What to do:
Where the string "high" occurs in a line of the data below, that line should be copied.

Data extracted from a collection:
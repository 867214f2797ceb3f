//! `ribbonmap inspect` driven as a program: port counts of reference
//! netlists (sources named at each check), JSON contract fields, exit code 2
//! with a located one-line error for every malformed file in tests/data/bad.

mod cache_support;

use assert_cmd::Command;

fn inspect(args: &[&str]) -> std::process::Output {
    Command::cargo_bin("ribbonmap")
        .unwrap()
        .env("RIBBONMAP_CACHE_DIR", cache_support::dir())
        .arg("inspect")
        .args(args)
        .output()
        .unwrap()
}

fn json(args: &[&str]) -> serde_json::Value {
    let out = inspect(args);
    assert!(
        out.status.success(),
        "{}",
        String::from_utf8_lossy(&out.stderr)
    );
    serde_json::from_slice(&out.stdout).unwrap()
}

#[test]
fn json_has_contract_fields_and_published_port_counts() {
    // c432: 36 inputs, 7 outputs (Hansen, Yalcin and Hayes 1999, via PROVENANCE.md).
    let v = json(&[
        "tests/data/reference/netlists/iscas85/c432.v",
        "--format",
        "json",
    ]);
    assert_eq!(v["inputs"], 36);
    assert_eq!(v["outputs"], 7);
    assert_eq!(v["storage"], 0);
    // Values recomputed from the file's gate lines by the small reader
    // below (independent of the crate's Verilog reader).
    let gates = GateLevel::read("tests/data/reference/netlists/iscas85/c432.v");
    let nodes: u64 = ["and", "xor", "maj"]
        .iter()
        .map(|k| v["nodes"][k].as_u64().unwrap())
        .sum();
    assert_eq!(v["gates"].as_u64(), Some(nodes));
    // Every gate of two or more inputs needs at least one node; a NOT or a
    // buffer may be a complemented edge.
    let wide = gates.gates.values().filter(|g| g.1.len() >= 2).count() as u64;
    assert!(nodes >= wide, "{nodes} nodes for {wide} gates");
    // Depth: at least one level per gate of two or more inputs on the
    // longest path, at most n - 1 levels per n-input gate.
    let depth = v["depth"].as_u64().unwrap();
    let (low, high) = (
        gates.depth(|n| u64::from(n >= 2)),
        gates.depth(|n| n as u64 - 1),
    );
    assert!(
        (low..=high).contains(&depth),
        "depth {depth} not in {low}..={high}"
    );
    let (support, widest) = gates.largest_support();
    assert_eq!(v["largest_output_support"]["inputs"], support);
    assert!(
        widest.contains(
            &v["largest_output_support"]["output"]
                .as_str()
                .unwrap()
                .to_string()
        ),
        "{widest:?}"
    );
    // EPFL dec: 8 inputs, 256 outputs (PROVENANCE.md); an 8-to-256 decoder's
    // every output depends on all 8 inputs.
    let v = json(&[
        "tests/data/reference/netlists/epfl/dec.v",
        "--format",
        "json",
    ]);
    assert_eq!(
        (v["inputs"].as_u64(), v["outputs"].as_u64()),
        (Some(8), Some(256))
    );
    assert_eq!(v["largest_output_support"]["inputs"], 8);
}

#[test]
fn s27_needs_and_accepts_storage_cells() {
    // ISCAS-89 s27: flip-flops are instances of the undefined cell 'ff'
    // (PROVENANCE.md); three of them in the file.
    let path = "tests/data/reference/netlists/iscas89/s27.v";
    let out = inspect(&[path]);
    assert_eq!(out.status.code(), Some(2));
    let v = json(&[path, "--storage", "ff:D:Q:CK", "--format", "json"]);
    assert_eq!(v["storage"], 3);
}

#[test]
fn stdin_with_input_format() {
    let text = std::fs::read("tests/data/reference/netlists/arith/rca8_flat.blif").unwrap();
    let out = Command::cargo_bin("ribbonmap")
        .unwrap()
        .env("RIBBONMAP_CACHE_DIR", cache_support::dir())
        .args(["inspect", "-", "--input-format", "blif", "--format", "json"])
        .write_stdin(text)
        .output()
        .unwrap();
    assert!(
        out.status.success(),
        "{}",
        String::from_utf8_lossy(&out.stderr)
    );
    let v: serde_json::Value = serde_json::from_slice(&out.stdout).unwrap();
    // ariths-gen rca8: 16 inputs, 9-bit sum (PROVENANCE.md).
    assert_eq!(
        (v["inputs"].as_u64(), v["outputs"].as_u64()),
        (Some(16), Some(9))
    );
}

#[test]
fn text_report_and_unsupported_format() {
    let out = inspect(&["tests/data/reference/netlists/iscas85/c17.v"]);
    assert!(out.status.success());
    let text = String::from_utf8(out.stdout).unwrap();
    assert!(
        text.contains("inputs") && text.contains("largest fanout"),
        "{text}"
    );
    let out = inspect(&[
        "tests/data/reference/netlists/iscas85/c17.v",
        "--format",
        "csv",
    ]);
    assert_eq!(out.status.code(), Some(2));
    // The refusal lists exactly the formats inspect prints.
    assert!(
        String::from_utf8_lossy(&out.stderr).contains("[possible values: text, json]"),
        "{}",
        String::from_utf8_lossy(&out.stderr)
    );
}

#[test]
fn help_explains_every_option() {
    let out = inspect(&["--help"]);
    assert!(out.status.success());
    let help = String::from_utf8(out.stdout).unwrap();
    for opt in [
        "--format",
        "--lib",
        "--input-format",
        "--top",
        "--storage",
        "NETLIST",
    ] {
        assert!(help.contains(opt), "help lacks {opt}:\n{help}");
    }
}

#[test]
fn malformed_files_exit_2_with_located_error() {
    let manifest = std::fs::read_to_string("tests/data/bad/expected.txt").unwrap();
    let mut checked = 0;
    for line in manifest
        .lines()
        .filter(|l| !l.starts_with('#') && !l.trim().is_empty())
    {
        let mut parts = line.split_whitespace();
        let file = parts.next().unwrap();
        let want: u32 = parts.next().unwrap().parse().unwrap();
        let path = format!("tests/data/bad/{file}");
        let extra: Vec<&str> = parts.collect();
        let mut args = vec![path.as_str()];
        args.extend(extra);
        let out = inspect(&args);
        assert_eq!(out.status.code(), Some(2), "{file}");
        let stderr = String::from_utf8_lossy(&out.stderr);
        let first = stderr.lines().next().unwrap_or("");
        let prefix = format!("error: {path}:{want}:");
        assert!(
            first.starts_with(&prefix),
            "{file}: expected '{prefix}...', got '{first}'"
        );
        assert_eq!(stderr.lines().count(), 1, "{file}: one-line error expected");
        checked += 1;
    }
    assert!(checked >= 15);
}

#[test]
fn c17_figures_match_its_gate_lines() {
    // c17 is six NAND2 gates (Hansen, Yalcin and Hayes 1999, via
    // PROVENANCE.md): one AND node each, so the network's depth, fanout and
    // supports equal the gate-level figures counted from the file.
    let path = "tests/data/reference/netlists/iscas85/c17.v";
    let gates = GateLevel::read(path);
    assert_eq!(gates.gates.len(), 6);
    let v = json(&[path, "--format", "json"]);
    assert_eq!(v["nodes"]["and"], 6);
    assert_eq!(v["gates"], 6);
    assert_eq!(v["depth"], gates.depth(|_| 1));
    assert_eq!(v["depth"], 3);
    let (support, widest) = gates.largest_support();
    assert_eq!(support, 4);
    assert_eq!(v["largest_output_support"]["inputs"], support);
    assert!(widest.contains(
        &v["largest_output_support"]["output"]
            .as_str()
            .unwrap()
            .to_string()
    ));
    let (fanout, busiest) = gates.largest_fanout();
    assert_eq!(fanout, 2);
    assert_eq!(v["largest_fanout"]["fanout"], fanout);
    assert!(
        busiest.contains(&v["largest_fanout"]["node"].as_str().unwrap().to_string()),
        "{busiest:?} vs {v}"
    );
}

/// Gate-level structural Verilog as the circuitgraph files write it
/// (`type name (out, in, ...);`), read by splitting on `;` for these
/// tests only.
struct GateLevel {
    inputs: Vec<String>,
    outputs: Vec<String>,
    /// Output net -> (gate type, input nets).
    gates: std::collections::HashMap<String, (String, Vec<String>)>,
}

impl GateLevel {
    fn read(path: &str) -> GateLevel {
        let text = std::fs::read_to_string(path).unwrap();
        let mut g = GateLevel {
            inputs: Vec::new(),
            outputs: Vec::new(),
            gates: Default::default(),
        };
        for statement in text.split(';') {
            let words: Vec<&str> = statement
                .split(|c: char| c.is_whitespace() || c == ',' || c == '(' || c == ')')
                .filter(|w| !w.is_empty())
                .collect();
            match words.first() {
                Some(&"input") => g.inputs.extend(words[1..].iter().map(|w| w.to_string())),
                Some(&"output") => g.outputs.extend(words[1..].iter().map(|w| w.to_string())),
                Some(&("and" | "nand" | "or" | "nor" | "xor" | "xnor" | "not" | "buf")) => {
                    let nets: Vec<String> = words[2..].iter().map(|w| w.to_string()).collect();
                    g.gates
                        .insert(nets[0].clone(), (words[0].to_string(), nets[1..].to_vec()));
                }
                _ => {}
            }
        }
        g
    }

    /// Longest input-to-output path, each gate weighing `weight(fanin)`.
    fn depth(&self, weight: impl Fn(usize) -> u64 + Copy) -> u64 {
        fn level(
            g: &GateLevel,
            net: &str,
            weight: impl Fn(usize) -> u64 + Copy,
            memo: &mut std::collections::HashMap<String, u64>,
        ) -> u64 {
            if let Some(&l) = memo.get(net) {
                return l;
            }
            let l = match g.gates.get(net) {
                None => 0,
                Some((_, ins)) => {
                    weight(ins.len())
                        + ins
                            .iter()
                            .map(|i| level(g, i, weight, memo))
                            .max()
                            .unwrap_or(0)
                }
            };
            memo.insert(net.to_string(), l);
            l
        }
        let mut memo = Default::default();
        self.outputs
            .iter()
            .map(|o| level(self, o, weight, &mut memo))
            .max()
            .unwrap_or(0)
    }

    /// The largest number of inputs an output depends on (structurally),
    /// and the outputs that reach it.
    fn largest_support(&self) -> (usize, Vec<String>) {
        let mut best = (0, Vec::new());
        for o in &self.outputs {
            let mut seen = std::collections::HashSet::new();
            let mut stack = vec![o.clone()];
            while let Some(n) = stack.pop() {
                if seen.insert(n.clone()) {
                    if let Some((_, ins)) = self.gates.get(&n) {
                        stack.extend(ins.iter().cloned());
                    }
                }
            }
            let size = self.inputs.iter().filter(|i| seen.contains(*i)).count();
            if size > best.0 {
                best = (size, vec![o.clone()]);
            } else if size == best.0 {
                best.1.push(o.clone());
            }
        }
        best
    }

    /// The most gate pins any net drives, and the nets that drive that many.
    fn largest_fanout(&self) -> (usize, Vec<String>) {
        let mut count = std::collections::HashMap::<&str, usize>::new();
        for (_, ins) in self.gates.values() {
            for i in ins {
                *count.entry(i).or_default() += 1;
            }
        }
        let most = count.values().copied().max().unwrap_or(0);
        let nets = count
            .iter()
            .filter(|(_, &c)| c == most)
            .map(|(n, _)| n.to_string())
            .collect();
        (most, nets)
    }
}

==

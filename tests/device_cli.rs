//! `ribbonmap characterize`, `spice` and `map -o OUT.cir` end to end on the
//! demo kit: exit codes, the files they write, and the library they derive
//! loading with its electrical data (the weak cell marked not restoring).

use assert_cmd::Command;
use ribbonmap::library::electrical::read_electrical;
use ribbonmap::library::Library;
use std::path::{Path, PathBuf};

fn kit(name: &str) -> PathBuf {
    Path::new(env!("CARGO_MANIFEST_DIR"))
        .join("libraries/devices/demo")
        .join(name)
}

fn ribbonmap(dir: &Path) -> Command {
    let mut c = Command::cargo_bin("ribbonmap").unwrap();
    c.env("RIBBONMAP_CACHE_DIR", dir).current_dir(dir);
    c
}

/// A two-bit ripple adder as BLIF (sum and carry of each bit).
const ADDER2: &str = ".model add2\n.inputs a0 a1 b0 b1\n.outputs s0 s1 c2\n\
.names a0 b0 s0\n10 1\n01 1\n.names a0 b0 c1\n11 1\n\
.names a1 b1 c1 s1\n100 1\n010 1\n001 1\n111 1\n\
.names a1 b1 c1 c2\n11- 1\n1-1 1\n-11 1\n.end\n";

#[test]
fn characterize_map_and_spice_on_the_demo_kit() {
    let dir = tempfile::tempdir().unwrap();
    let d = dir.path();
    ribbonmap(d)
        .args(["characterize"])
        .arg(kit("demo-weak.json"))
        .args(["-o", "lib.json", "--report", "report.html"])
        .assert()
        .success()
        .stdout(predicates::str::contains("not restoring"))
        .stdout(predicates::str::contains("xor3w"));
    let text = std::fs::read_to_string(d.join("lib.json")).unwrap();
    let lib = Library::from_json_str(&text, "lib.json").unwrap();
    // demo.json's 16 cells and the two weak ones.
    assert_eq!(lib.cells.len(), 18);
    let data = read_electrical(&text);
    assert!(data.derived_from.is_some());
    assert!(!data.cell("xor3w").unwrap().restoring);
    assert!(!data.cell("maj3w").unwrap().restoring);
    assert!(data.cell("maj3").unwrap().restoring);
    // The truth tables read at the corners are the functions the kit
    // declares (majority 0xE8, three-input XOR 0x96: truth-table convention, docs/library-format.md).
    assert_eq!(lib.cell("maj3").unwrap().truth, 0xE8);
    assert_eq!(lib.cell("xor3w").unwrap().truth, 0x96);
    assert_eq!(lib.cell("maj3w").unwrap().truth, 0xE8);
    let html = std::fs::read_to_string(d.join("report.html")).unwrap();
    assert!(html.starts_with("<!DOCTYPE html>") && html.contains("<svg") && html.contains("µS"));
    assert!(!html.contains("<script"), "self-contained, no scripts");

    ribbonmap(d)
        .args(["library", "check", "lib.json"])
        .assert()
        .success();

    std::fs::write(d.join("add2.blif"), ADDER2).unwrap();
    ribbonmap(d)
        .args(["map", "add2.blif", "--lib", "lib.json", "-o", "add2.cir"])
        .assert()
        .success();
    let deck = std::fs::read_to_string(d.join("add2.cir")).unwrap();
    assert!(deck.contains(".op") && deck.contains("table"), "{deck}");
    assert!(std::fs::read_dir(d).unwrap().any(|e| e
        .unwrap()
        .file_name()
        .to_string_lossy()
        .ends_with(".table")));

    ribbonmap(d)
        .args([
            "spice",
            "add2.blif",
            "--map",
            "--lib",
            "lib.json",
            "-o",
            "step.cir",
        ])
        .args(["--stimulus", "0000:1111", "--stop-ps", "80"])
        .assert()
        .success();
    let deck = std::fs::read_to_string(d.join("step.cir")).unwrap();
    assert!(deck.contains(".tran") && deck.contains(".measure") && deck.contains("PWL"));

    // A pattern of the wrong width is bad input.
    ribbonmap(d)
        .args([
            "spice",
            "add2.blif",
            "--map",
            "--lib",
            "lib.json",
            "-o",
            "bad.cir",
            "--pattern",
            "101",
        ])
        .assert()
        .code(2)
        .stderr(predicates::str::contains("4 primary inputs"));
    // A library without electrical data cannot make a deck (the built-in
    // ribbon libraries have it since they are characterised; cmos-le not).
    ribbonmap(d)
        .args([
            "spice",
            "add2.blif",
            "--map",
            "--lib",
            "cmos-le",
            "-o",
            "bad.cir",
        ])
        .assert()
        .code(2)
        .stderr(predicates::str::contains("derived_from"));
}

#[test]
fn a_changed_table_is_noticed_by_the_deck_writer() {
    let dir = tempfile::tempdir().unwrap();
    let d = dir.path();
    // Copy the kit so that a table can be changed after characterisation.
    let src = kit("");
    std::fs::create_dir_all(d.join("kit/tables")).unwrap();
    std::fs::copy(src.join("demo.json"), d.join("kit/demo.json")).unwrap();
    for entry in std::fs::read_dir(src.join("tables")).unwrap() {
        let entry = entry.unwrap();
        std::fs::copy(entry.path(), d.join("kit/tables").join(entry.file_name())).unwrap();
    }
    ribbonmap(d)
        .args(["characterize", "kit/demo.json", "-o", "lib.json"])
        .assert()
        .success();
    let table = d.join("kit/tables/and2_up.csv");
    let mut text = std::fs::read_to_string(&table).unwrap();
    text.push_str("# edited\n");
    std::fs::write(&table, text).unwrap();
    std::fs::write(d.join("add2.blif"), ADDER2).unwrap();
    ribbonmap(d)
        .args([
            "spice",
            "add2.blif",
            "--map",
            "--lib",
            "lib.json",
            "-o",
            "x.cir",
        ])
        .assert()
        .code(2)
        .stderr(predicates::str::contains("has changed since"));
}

Task answer:
    let (low, high) = (
        (low..=high).contains(&depth),
        "depth {depth} not in {low}..={high}"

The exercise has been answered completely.